For this particular skull (supposedly anatomically correct) it takes about 50ml of each part of the X-30 foam to fill it. You'd get about ~35 shots from a 1/2 Gallon set. So that'd be about $1.25/ea if you have a local Tap Plastics (or similar) to pick up the material at and avoid shipping charges. Pretty cheap!

When casting with the foam only you might want to try to make the mold so it's fully sealable (with just a couple little vents for air to escape)-- that way once you dial in the exact amount of material to use you can cap it off and get a denser, closed cell foam to capture the detail. Since I kept the thin bones on the skull anatomically correct I used the plastic 'skin' for strength-- I didn't want to risk breaking a foam-only version but it might be overkill.

-Clay


----------



## Caitsith

That is some awesome work. You can never have enough skulls! These are some that I'm working on right now. About 20 peices. This isn't everything, just whats currently on the dining room table. (Wife wants her food table back!!!) These are all paper mache' and aluminum foil without the paper. My own extra thick mix. A good example of very cheap... Cait


----------



## havok1919

Those look great, Cait!

I've been trying to get 3-4 of mine cast each evening as I wander in and out of the shop doing other stuff-- pour plastic one time, pour foam the next, etc. I'm up to about ~13 pcs now. I figure I should be able to get up around ~30 by next weekend-- then I need to do a mass skull painting project!

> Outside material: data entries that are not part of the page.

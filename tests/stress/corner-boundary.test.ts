import { describe, expect, it } from "vitest";
import { iSection, section, sectionProperties, type SectionPart } from "../../src/section/index.js";
import { sectionCornerStresses } from "../../src/stress/index.js";

const square = (z0: number, y0: number, s: number): SectionPart => ({
  kind: "polygon",
  points: [{ y: y0, z: z0 }, { y: y0, z: z0 + s }, { y: y0 + s, z: z0 + s }, { y: y0 + s, z: z0 }],
});

describe("sectionCornerStresses lists only points on the boundary of the material", () => {
  it("four squares in a block: the corner all four share, in the middle, is not listed", () => {
    const s = section([square(-10, -10, 10), square(0, -10, 10), square(-10, 0, 10), square(0, 0, 10)]);
    const r = sectionCornerStresses({ momentZ: 1e3, momentY: 2e2 }, s);
    expect(r.points.some((p) => Math.abs(p.point.y) < 1e-12 && Math.abs(p.point.z) < 1e-12)).toBe(false);
    expect(r.points).toHaveLength(12);
    // the extremes are the block's corners: sigma = -M y / I_z + M_y z / I_y on a 20 x 20 square (common practice)
    const i = 20 ** 4 / 12;
    expect(r.tension.stress).toBeCloseTo((1e3 * 10) / i + (2e2 * 10) / i, 12);
  });

  it("an I section with root fillets: the web's corners, covered by the fillets, are not listed; without fillets they are", () => {
    const dims = { depth: 300, flangeWidth: 150, flangeThickness: 10, webThickness: 6 };
    const cornerOfWeb = (list: readonly { point: { y: number; z: number } }[], cy: number): number =>
      list.filter((p) => Math.abs(Math.abs(p.point.z) - 3) < 1e-9 && Math.abs(Math.abs(p.point.y + cy) - 140) < 1e-9).length;
    const sharp = iSection(dims);
    const filleted = iSection({ ...dims, rootRadius: 12 });
    const m = { momentZ: 5e7, momentY: 1e6 };
    const rs = sectionCornerStresses(m, sharp);
    const rf = sectionCornerStresses(m, filleted);
    // sharp: the web's top corners touch the flanges' undersides, re-entrant corners of the outline, listed (once per part meeting there)
    expect(cornerOfWeb(rs.points, sectionProperties(sharp).centroid.y)).toBeGreaterThan(0);
    expect(cornerOfWeb(rf.points, sectionProperties(filleted).centroid.y)).toBe(0);
    // extremes still at the flange tips
    expect(Math.abs(rf.tension.point.z)).toBeCloseTo(75, 9);
    expect(Math.abs(rf.tension.point.y)).toBeCloseTo(150, 9);
  });
});
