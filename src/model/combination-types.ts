// The typed model's load cases, combinations and check groups, and what the analysis reports of
// them. The vocabulary is the typed API's (flexura/combine, flexura/check): a case is a LoadCase, a
// written-out combination is a Combination, the pattern options are PatternOptions.
import type { CaseCategory, Combination, CombinationPurpose, LoadCase, PatternOptions, PresetName, PresetOptions } from "../combine/index.js";
import type { ModelDiagram } from "./analysis.js";
import type { ModelDeflectionLimit } from "./model.js";

export type { CaseCategory, Combination, CombinationPurpose, LoadCase, PatternOptions, PresetName, PresetOptions };

/** A standard's preset in a model's `combinations`: its name and options (see `presetCombinations`). */
export interface ModelPresetCombinations {
  /** The preset, for example `"asce7-16-strength"`. */
  readonly preset: PresetName;
  /** Its options (the cases' own names in `map`). */
  readonly options?: PresetOptions;
}

/** One entry of a model's `combinations`: a preset, or one combination written out (factors dimensionless). */
export type ModelCombinationEntry = ModelPresetCombinations | Combination;

/** The member's own weight as a dead case: the section's area times `unitWeight`. */
export interface ModelSelfWeight {
  /** The name of the dead case (default `"self-weight"` in a model file). */
  readonly case: string;
  /** Weight per volume, in the model's force unit per length unit cubed (kN/m^3 by default). */
  readonly unitWeight: number;
}

/**
 * Which combinations a check group takes: every combination of one purpose (`"strength"`,
 * `"allowable-stress"`, `"serviceability"`), or a list of combination names.
 */
export type ModelCombinationSelection = CombinationPurpose | readonly string[];

/** Stress checks on chosen combinations, against allowable stresses in the model's stress unit. */
export interface ModelStressGroup {
  /** The group's name in the utilisation table. */
  readonly name: string;
  /** The combinations checked. */
  readonly combinations: ModelCombinationSelection;
  /** Allowable extreme-fibre bending stress magnitude, in the stress unit. */
  readonly bendingStress?: number;
  /** Allowable shear stress magnitude, in the stress unit. */
  readonly shearStress?: number;
}

/** Deflection checks of a group of cases against its own limit. Exactly one of `factors` and `combinations`. */
export interface ModelDeflectionGroup {
  /** The group's name in the utilisation table, for example `"live"`. */
  readonly name: string;
  /** The cases and their factors, for example `{ "L": 1 }`. */
  readonly factors?: Readonly<Record<string, number>>;
  /** Or: the combinations of the group. */
  readonly combinations?: ModelCombinationSelection;
  /** The limit (span / n, or a length in the deflection unit), or several. `span/N` applies to a cantilever as its own length / N. */
  readonly limit: ModelDeflectionLimit | readonly ModelDeflectionLimit[];
}

/** The check groups of a model. */
export interface ModelCheckGroups {
  /** Stress checks on chosen combinations. */
  readonly stress?: readonly ModelStressGroup[];
  /** Deflection checks per group of cases. */
  readonly deflection?: readonly ModelDeflectionGroup[];
}

/** A value of an envelope and the arrangement (combination and pattern) that gives it. */
export interface ModelGoverningExtreme {
  /** The value, in the quantity's unit. */
  readonly value: number;
  /** Where it occurs, in the length unit. */
  readonly at: number;
  /** The governing combination with its pattern, for example `"1.2D + 1.6L, L on span 1"`. */
  readonly combination: string;
}

/** One bound of an envelope as exact pieces, with the arrangement governing each piece. */
export interface ModelEnvelopeBound {
  /** The bound, exact polynomial pieces in the model's units. */
  readonly diagram: ModelDiagram;
  /** For each piece of `diagram`, the governing combination and pattern. */
  readonly governing: readonly string[];
  /** The largest value of the upper bound, or the smallest of the lower, with its governing combination. */
  readonly peak: ModelGoverningExtreme;
}

/** Upper and lower envelopes of one diagram. */
export interface ModelEnvelope {
  /** The largest value at every x over the combinations and patterns. */
  readonly upper: ModelEnvelopeBound;
  /** The smallest value at every x. */
  readonly lower: ModelEnvelopeBound;
}

/** A reaction's largest or smallest value and its governing combination. */
export interface ModelGoverningReaction {
  /** The value, in the force or moment unit. */
  readonly value: number;
  /** The governing combination with its pattern. */
  readonly combination: string;
}

/** The largest and smallest value of one reaction component, each with its governing combination. */
export interface ModelReactionRange {
  /** The largest value. */
  readonly max: ModelGoverningReaction;
  /** The smallest value (for a force, negative is uplift). */
  readonly min: ModelGoverningReaction;
}

/** The envelopes of the four diagrams. */
export interface ModelEnvelopes {
  /** Shear force, in the force unit. */
  readonly shear: ModelEnvelope;
  /** Bending moment (sagging positive), in the moment unit. */
  readonly moment: ModelEnvelope;
  /** Slope (counterclockwise positive), in the rotation unit. */
  readonly slope: ModelEnvelope;
  /** Deflection (upward positive), in the deflection unit. */
  readonly deflection: ModelEnvelope;
}

/** The envelope of one support's reaction. */
export interface ModelReactionEnvelope {
  /** Index of the support in `model.supports`. */
  readonly support: number;
  /** Position, in the length unit. */
  readonly at: number;
  /** Largest upward force (`max`) and largest downward (`min`; negative is uplift), in the force unit. */
  readonly force: ModelReactionRange;
  /** Largest and smallest moment, in the moment unit. */
  readonly moment: ModelReactionRange;
}

/** One check of a row of the utilisation table, at its worst over the patterns, in the model's units. */
export interface ModelCombinationCheck {
  /** What is checked. */
  readonly kind: "deflection" | "bending-tension" | "bending-compression" | "shear-stress";
  /** A short description, for example `"deflection, span 1 (x = 0 to 6)"` (positions in the length unit). */
  readonly description: string;
  /** The demand (a magnitude), in `unit`. */
  readonly demand: number;
  /** The limit (a magnitude), in `unit`. */
  readonly capacity: number;
  /** The unit of `demand` and `capacity`. */
  readonly unit: string;
  /** demand / capacity. */
  readonly utilisation: number;
  /** True when demand <= capacity. */
  readonly pass: boolean;
  /** Where the demand occurs, in the length unit. */
  readonly at: number;
  /** The governing pattern in words (`"L on span 1"`); empty without a patterned case. */
  readonly pattern: string;
}

/** One row of the utilisation table: one combination of one check group. */
export interface ModelCombinationCheckRow {
  /** The group's name. */
  readonly group: string;
  /** The kind of group. */
  readonly groupKind: "stress" | "deflection";
  /** The combination's name. */
  readonly combination: string;
  /** The combination's clause, for a preset's. */
  readonly clause?: string;
  /** Each check at its worst over the patterns. */
  readonly checks: readonly ModelCombinationCheck[];
  /** The index in `checks` of the governing check. */
  readonly governing: number;
  /** The governing utilisation. */
  readonly utilisation: number;
  /** True when every check passes. */
  readonly pass: boolean;
}

/** What the analysis found over the model's combinations, in the model's units. */
export interface ModelCombinationResults {
  /** The load cases (the self-weight case included). */
  readonly cases: readonly LoadCase[];
  /** Every combination applied, in order, with its purpose, clause and factors: what the report prints. */
  readonly combinations: readonly Combination[];
  /** Plain sentences from the presets: options taken, categories left out, psi factors used. */
  readonly notes: readonly string[];
  /** How many arrangements (combinations times patterns) the envelopes cover. */
  readonly arrangements: number;
  /** Envelopes of shear, moment, slope and deflection over every combination and pattern; absent when the model has no combinations (check groups of cases alone). */
  readonly envelopes?: ModelEnvelopes;
  /** Reaction envelopes, in the order of `model.supports`; absent when the model has no combinations. */
  readonly reactions?: readonly ModelReactionEnvelope[];
  /** The utilisation table of the check groups (empty without `checkGroups`). */
  readonly checks: readonly ModelCombinationCheckRow[];
  /** The index in `checks` of the governing row; absent when there are no rows. */
  readonly governing?: number;
  /** True when every row passes; absent when there are no rows. */
  readonly pass?: boolean;
}
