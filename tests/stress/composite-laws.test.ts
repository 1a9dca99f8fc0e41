import { describe, expect } from "vitest";
import { fc, test } from "@fast-check/vitest";
import { section, type SectionPart } from "../../src/section/index.js";
import { sectionPartStresses } from "../../src/stress/index.js";
import { simpson } from "./helpers.js";

const layer = fc.record({
  b: fc.double({ min: 10, max: 300, noNaN: true }),
  h: fc.double({ min: 5, max: 200, noNaN: true }),
  e: fc.double({ min: 1_000, max: 200_000, noNaN: true }),
});

describe("multi-material laws", () => {
  test.prop([fc.array(layer, { minLength: 1, maxLength: 4 }), fc.double({ min: -1e8, max: 1e8, noNaN: true })], { numRuns: 100 })(
    "the stress in every material, integrated over the actual parts, has zero axial force and the applied moment",
    (layers, m) => {
      let y = 0;
      const parts: SectionPart[] = layers.map((l) => {
        const p: SectionPart = {
          kind: "polygon",
          points: [
            { z: 0, y },
            { z: l.b, y },
            { z: l.b, y: y + l.h },
            { z: 0, y: y + l.h },
          ],
          material: { elasticModulus: l.e },
        };
        y += l.h;
        return p;
      });
      const r = sectionPartStresses(m, section(parts));
      let force = 0;
      let moment = 0;
      r.parts.forEach((p, i) => {
        const width = layers[i]!.b;
        const sigma = (yy: number): number => p.stressBottom + ((p.stressTop - p.stressBottom) * (yy - p.yBottom)) / (p.yTop - p.yBottom);
        force += simpson((yy) => sigma(yy) * width, p.yBottom, p.yTop);
        moment += simpson((yy) => -sigma(yy) * yy * width, p.yBottom, p.yTop);
      });
      const depth = y;
      expect(Math.abs(force) * depth).toBeLessThanOrEqual(1e-8 * Math.abs(m) + 1e-300);
      expect(Math.abs(moment - m)).toBeLessThanOrEqual(1e-8 * Math.abs(m) + 1e-300);
    },
  );
});
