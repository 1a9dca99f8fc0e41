// The `section` part of the model-file schema: one standard shape with its named dimensions.
import type { SchemaNode } from "./schema-parts.js";
import { builtSectionDefinitions } from "./schema-built.js";

/** A dimension of a shape: its name, what it measures (for the schema's descriptions), and whether 0 is allowed. */
interface Dimension {
  readonly name: string;
  readonly description: string;
  /** True for a radius that may be 0 (a sharp corner); other dimensions must be above 0. */
  readonly zeroAllowed?: boolean;
}

/** A standard shape of a model file: its `shape` name and its dimensions. */
export interface ShapeSpec {
  /** The `shape` value in the file. */
  readonly shape: string;
  /** What it is. */
  readonly description: string;
  /** Dimensions that must be given. */
  readonly required: readonly Dimension[];
  /** Dimensions that may be given. */
  readonly optional: readonly Dimension[];
}

const d = (name: string, description: string, zeroAllowed = false): Dimension => ({ name, description, ...(zeroAllowed ? { zeroAllowed } : {}) });
const depth = d("depth", "Overall depth, top to bottom.");
const flangeWidth = d("flangeWidth", "Flange width.");
const flangeThickness = d("flangeThickness", "Flange thickness.");
const webThickness = d("webThickness", "Web thickness.");
const rootRadius = d("rootRadius", "Root fillet radius where web meets flange (0 or more). Default 0.", true);

/** Every standard shape a model file may name, with its dimensions (all in the section-length unit). */
export const SHAPES: readonly ShapeSpec[] = [
  { shape: "rectangle", description: "A solid rectangle.", required: [d("width", "Width."), depth], optional: [] },
  { shape: "circle", description: "A solid round bar.", required: [d("diameter", "Diameter.")], optional: [] },
  {
    shape: "pipe",
    description: "A circular tube.",
    required: [d("outsideDiameter", "Outside diameter."), d("wallThickness", "Wall thickness.")],
    optional: [],
  },
  {
    shape: "i-section",
    description: "An I (rolled beam without root fillets, or a welded plate girder whose bottom flange may differ).",
    required: [depth, flangeWidth, flangeThickness, webThickness],
    optional: [d("bottomFlangeWidth", "Bottom flange width. Default flangeWidth."), d("bottomFlangeThickness", "Bottom flange thickness. Default flangeThickness."), rootRadius],
  },
  {
    shape: "tee",
    description: "A tee with its flange at the top.",
    required: [depth, flangeWidth, flangeThickness, webThickness],
    optional: [rootRadius],
  },
  {
    shape: "channel",
    description: "A channel with parallel flanges (use the mean thickness of a sloping flange), web on the left, flanges pointing right.",
    required: [depth, d("flangeWidth", "Flange width, back of web to flange tip."), flangeThickness, webThickness],
    optional: [rootRadius],
  },
  {
    shape: "angle",
    description: "An angle (L) with its heel at the bottom left: one leg up, one along the bottom. Its principal axes are inclined.",
    required: [d("verticalLeg", "Overall length of the vertical leg."), d("thickness", "Thickness of both legs.")],
    optional: [d("horizontalLeg", "Overall length of the horizontal leg. Default verticalLeg."), d("rootRadius", "Root fillet radius in the inside corner (0 or more). Default 0.", true)],
  },
  {
    shape: "rectangular-hollow",
    description: "A rectangular or square hollow section (box, tube), corners square or rounded as circular arcs.",
    required: [d("width", "Outside width."), depth, d("wallThickness", "Wall thickness.")],
    optional: [d("cornerRadius", "Outside corner radius (0 or more). Default 0.", true), d("innerCornerRadius", "Inside corner radius (0 or more). Default cornerRadius less wallThickness, or 0.", true)],
  },
];

const dimensionSchema = (dim: Dimension): SchemaNode => ({ $ref: "#/$defs/sectionLength", description: `${dim.description} (section-length unit)` });

const shapeSchema = (spec: ShapeSpec): SchemaNode => ({
  type: "object",
  title: `the ${spec.shape} section`,
  description: spec.description,
  required: ["shape", ...spec.required.map((x) => x.name)],
  properties: {
    shape: { const: spec.shape },
    ...Object.fromEntries([...spec.required, ...spec.optional].map((x) => [x.name, dimensionSchema(x)])),
  },
  additionalProperties: false,
});

const shapeIs = (shape: string, then: SchemaNode): SchemaNode => ({ if: { properties: { shape: { const: shape } }, required: ["shape"] }, then });

/** Every `shape` a model file may name: the standard shapes, then the plate girder and the built-up section. */
export const SECTION_SHAPES: readonly string[] = [...SHAPES.map((s) => s.shape), "plate-girder", "built-up"];

/** The `$defs` entries for sections. */
export const sectionDefinitions: Readonly<Record<string, SchemaNode>> = {
  section: {
    type: "object",
    title: "a cross-section",
    description:
      "A standard shape and its dimensions, a plate girder by its plates, or a section built up from parts (section-length unit). Give `material` for its E. Bending is about the horizontal axis.",
    required: ["shape"],
    properties: { shape: { enum: [...SECTION_SHAPES], description: "The shape; its dimensions follow." } },
    allOf: [...SHAPES.map((s) => shapeIs(s.shape, shapeSchema(s))), shapeIs("plate-girder", { $ref: "#/$defs/plateGirder" }), shapeIs("built-up", { $ref: "#/$defs/builtUp" })],
  },
  ...builtSectionDefinitions,
};
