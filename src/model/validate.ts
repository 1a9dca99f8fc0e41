// Structural validation of a model file by walking the published JSON Schema itself (the subset of
// draft 2020-12 that modelSchema uses), so that the schema and our validator cannot drift apart.
import { closestName, describeValue, issue, type FlexuraIssue, type IssuePath } from "../errors/index.js";
import { modelSchema } from "./schema.js";
import type { SchemaNode } from "./schema-parts.js";

type Node = { readonly [keyword: string]: unknown };
type Json = Readonly<Record<string, unknown>>;

const defs = modelSchema["$defs"] as Readonly<Record<string, SchemaNode>>;

/** True when `name` is an own property of `value`: never a member inherited from Object.prototype. */
const has = (value: object, name: string): boolean => Object.hasOwn(value, name);

/**
 * Where issues go. Probing a branch (`if`, `anyOf`) only needs to know whether any issue arises,
 * so a probe stops at the first one and never builds its message.
 */
interface Sink {
  /** True once anything was reported while probing: the walk can stop. */
  failed: boolean;
  /** Records the issue built by `make` (a probe only notes that there was one). */
  add(make: () => FlexuraIssue): void;
}

function collector(out: FlexuraIssue[]): Sink {
  return {
    failed: false,
    add(make) {
      out.push(make());
    },
  };
}

function probe(): Sink {
  return {
    failed: false,
    add() {
      this.failed = true;
    },
  };
}

function resolve(node: Node): Node | undefined {
  const target = node["$ref"];
  if (typeof target !== "string") return undefined;
  const name = target.replace("#/$defs/", "");
  const found = has(defs, name) ? defs[name] : undefined;
  return typeof found === "object" ? found : undefined;
}

function typeOf(value: unknown): string {
  if (value === null) return "null";
  if (Array.isArray(value)) return "array";
  return typeof value;
}

function typeMatches(value: unknown, type: unknown): boolean {
  const types = Array.isArray(type) ? (type as unknown[]) : [type];
  return types.some((t) => (t === "number" ? typeof value === "number" : typeOf(value) === t));
}

function titleOf(node: Node): string | undefined {
  if (typeof node["title"] === "string") return node["title"];
  const target = resolve(node);
  return target === undefined ? undefined : titleOf(target);
}

const TYPE_WORDS: Readonly<Record<string, string>> = { string: "a string", number: "a number", object: "an object", array: "a list", boolean: "true or false" };

function expected(node: Node): string {
  const title = titleOf(node);
  if (title !== undefined) return title;
  const types = Array.isArray(node["type"]) ? (node["type"] as string[]) : [String(node["type"])];
  return types.map((t) => TYPE_WORDS[t] ?? t).join(" or ");
}

const last = (path: IssuePath): string => String(path[path.length - 1] ?? "");

function context(parent: Json | undefined): string {
  if (parent === undefined) return "";
  const tag = typeof parent["type"] === "string" ? parent["type"] : typeof parent["shape"] === "string" ? parent["shape"] : undefined;
  return tag === undefined ? "" : ` for type "${tag}"`;
}

function isValid(node: SchemaNode, value: unknown): boolean {
  const sink = probe();
  walk(node, value, [], sink, undefined);
  return !sink.failed;
}

/** The value of an own property of `value`, or undefined (inherited members are never read). */
const ownValue = (value: Json, name: string): unknown => (has(value, name) ? value[name] : undefined);

function checkObject(node: Node, value: Json, path: IssuePath, out: Sink): void {
  const required = (node["required"] as readonly string[] | undefined) ?? [];
  const properties = (node["properties"] as Readonly<Record<string, SchemaNode>> | undefined) ?? {};
  for (const name of required) {
    if (ownValue(value, name) === undefined) {
      out.add(() => {
        const what = titleOf(node);
        return issue("missing-field", [...path, name], `Missing "${name}"${what === undefined ? "" : `: ${what} needs it`}.`, { field: name });
      });
      if (out.failed) return;
    }
  }
  for (const name of Object.keys(properties)) {
    const field = ownValue(value, name);
    if (field !== undefined) walk(properties[name] as SchemaNode, field, [...path, name], out, value);
    if (out.failed) return;
  }
  // The schema uses additionalProperties only as `false` (closed objects, so typos are caught).
  if (node["additionalProperties"] !== false) return;
  for (const name of Object.keys(value)) {
    if (has(properties, name) || value[name] === undefined) continue;
    out.add(() => {
      const what = titleOf(node);
      const near = closestName(name, Object.keys(properties));
      const hint = near === undefined ? "" : ` Did you mean "${near}"?`;
      return issue("unknown-field", [...path, name], `Unknown field "${name}"${what === undefined ? "" : ` in ${what}`}.${hint}`, { field: name });
    });
    if (out.failed) return;
  }
}

function checkCombinators(node: Node, value: unknown, path: IssuePath, out: Sink, parent: Json | undefined): void {
  for (const sub of (node["allOf"] as readonly SchemaNode[] | undefined) ?? []) {
    walk(sub, value, path, out, parent);
    if (out.failed) return;
  }
  const anyOf = node["anyOf"] as readonly Node[] | undefined;
  if (anyOf !== undefined && !anyOf.some((sub) => isValid(sub, value))) {
    out.add(() => {
      const names = anyOf.flatMap((sub) => (sub["required"] as readonly string[] | undefined) ?? []);
      return issue("missing-field", path, `Give ${names.map((n) => `"${n}"`).join(" or ")} (or both)${context(value as Json)}.`, { fields: names });
    });
    if (out.failed) return;
  }
  if (node["if"] !== undefined) {
    const branch = isValid(node["if"] as SchemaNode, value) ? node["then"] : node["else"];
    if (branch !== undefined) walk(branch as SchemaNode, value, path, out, parent);
  }
}

/** Checks `value` against one schema node, reporting an issue for each problem found. */
function walk(schema: SchemaNode, value: unknown, path: IssuePath, out: Sink, parent: Json | undefined): void {
  if (out.failed) return;
  if (schema === true) return;
  if (schema === false) {
    out.add(() => issue("field-not-allowed", path, `The field "${last(path)}" does not apply${context(parent)}; remove it.`, { field: last(path) }));
    return;
  }
  const node = schema;
  const target = resolve(node);
  if (target !== undefined) walk(target, value, path, out, parent);
  if (out.failed) return;
  if (node["type"] !== undefined && !typeMatches(value, node["type"])) {
    out.add(() => issue("wrong-type", path, `Expected ${expected(node)}; got ${describeValue(value)}.`, { expected: node["type"], value: describeValue(value) }));
    return;
  }
  if (node["type"] !== undefined && typeof value === "number" && !Number.isFinite(value)) {
    out.add(() => issue("not-finite", path, `Expected a finite number; got ${String(value)}.`, { value: String(value) }));
  }
  if (has(node, "const") && value !== node["const"]) {
    out.add(() => issue("not-an-option", path, `Expected ${JSON.stringify(node["const"])}; got ${describeValue(value)}.`, { value: describeValue(value) }));
  }
  const options = node["enum"] as readonly unknown[] | undefined;
  if (options !== undefined && !options.includes(value)) {
    out.add(() =>
      issue("not-an-option", path, `Expected one of ${options.map((o) => JSON.stringify(o)).join(", ")}; got ${describeValue(value)}.`, {
        value: describeValue(value),
        options,
      }),
    );
  }
  if (typeof value === "string") checkString(node, value, path, out);
  if (out.failed) return;
  if (Array.isArray(value)) {
    const minItems = node["minItems"];
    if (typeof minItems === "number" && value.length < minItems) {
      out.add(() => issue("too-few-items", path, `Give at least ${minItems} item${minItems === 1 ? "" : "s"} in "${last(path)}".`, { minItems }));
    }
    const maxItems = node["maxItems"];
    if (typeof maxItems === "number" && value.length > maxItems) {
      // Refused whole: reading (and reporting on) every item of a list this long is the work the limit bounds.
      out.add(() => issue("too-many-items", path, `"${last(path)}" holds ${value.length} items; a model may hold at most ${maxItems} in one list.`, { maxItems, count: value.length }));
      return;
    }
    const items = node["items"] as SchemaNode | undefined;
    if (items !== undefined) {
      for (let i = 0; i < value.length && !out.failed; i++) walk(items, value[i] as unknown, [...path, i], out, undefined);
    }
  }
  if (typeOf(value) === "object") checkObject(node, value as Json, path, out);
  if (out.failed) return;
  checkCombinators(node, value, path, out, parent);
}

/** `minLength` (counted in code points) and `pattern` (the schema uses only "\\S": not blank). */
function checkString(node: Node, value: string, path: IssuePath, out: Sink): void {
  const minLength = node["minLength"];
  if (typeof minLength === "number" && [...value].length < minLength) {
    out.add(() => issue("empty-string", path, `"${last(path)}" must not be empty.`));
    return;
  }
  const pattern = node["pattern"];
  if (typeof pattern === "string" && !new RegExp(pattern, "u").test(value)) {
    out.add(() => issue("empty-string", path, `"${last(path)}" must not be blank (only spaces or tabs); write a value or leave the field out.`, { value }));
  }
}

/**
 * Checks the structure of a model file (fields, types, allowed values) against the published
 * schema, returning every problem found (an empty list when the structure is sound).
 */
export function structuralIssues(json: unknown): readonly FlexuraIssue[] {
  const out: FlexuraIssue[] = [];
  walk(modelSchema, json, [], collector(out), undefined);
  return out.map((i) =>
    i.code === "not-an-option" && i.path.length === 1 && i.path[0] === "format"
      ? { ...i, code: "unsupported-format", message: `This release reads model format 1; got ${String(i["value"])}. Update flexura or set "format": 1.` }
      : i,
  );
}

We have a couple of columns on the front entrance to our house, so my first plan was to connect them with a skull archway over the top, but I think I might start at the bottom and move up-- stacks of skulls sorta spilling out on the floor from each column base. We'll see how it goes. I always start too late! ;-)

-Clay


----------



## Screaming Demons

Rite-Aid has them on sale right now for $2.49.


----------



## havok1919

Just a little update for those of you that were curious...

I've dialed the mold in a little better-- I'm using 50ml of each part of liquid plastic and 45ml of each part of the foam. Also, the 32oz containers of the Tap Quik Cast plastic are only $25.50... I should get at least 19 skulls from each-- so ~$1.34/ea in plastic. Not bad!

The 64oz X-30 foam is ~$43 and I'll get at least 42 skulls from that, so only $1.03 there, so that makes for $2.37-ish in materials. I can live with that.

I'm over 20-something now:



















Also, I noticed a potentially useful/interesting effect. If you're impatient (*ahem*) and pull the casting from the mold too soon it remains pretty soft and you can kinda scrunch it up and make interesting distortions in it. Totally accidental discovery, but it's kinda neat:










-Clay


----------



## billman

Pretty cool!....any shrinkage problems?


----------



## havok1919

billman said:


> Pretty cool!....any shrinkage problems?


Nope! The plastic is designed specifically for casting and it's very low shrinkage (<1% per the datasheet-- 0.01" per inch). The X-30 foam is also *really* rigid. It seems much 'harder' than something like Great Stuff. The Quik Cast is a fairly brittle plastic when cast in small sections though, not like the TASK plastics from Smooth-On that can deflect quite a bit.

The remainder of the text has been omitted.